» **PROMPT**: Search the data below for the string "value". Extract every line that contains it.
━━━ GIVEN DATA ━━━
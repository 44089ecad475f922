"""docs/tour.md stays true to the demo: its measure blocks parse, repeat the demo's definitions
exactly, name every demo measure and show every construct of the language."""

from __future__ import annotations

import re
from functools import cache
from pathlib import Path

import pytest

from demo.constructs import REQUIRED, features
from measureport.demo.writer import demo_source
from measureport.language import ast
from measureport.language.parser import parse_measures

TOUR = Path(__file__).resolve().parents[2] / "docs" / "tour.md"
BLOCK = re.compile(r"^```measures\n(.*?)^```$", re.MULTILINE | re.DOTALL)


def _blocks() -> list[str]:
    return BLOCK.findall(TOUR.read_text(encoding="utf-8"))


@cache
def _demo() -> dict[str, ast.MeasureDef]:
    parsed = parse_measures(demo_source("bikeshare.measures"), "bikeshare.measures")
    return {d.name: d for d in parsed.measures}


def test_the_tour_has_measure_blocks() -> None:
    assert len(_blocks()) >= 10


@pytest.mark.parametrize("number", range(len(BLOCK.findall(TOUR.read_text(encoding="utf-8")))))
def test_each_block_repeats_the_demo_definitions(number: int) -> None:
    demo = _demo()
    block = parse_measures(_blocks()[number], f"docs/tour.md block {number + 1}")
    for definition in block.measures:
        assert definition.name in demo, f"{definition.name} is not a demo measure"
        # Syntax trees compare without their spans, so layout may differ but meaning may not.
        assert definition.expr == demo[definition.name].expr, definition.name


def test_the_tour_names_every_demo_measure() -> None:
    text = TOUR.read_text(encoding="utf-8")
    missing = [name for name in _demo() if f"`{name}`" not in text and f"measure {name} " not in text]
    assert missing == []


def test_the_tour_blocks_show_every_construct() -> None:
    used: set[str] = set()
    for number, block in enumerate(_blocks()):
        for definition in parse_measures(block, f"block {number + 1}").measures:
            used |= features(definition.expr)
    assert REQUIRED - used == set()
━━━
━━━ GIVEN DATA ━━━
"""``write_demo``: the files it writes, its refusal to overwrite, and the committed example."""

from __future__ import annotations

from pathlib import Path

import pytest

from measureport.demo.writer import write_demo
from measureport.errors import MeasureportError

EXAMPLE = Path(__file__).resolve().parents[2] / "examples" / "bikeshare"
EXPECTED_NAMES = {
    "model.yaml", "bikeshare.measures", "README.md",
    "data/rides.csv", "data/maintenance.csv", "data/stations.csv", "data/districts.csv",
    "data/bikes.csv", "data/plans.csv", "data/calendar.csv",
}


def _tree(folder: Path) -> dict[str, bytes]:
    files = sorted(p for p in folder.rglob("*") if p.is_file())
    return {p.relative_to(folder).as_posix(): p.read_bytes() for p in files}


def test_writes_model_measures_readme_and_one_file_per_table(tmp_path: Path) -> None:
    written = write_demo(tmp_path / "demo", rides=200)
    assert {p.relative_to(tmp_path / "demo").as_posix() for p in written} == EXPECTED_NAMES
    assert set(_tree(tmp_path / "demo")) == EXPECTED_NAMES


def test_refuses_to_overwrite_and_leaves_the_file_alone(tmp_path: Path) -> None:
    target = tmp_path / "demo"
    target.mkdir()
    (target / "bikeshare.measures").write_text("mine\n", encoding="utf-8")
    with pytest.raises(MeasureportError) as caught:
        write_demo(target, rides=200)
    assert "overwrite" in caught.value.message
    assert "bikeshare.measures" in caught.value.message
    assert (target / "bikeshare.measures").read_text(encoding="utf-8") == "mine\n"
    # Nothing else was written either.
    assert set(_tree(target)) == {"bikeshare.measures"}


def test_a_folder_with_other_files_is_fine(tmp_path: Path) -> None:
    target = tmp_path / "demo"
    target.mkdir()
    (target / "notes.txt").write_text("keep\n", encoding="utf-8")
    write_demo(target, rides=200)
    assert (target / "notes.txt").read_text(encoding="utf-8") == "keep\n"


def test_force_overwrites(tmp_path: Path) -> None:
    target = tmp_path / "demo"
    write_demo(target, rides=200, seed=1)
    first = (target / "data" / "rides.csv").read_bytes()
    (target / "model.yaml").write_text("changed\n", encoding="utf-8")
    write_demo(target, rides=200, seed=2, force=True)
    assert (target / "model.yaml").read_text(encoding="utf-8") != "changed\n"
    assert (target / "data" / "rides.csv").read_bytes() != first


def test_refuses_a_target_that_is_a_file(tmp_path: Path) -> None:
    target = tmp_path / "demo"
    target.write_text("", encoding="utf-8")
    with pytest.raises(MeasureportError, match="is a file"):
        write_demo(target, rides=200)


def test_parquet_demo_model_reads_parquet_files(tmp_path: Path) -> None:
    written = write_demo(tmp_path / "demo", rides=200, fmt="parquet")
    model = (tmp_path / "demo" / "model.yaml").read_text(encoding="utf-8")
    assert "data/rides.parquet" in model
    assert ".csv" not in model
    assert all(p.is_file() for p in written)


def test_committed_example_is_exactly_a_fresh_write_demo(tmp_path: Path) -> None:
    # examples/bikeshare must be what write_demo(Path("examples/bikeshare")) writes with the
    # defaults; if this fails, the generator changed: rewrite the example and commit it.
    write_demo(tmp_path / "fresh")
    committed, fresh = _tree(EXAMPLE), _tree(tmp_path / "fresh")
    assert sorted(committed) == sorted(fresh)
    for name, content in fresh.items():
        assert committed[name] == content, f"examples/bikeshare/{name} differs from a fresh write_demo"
━━━
» **SOLUTION TO THE PROBLEM**:
    assert "overwrite" in caught.value.message
    assert "bikeshare.measures" in caught.value.message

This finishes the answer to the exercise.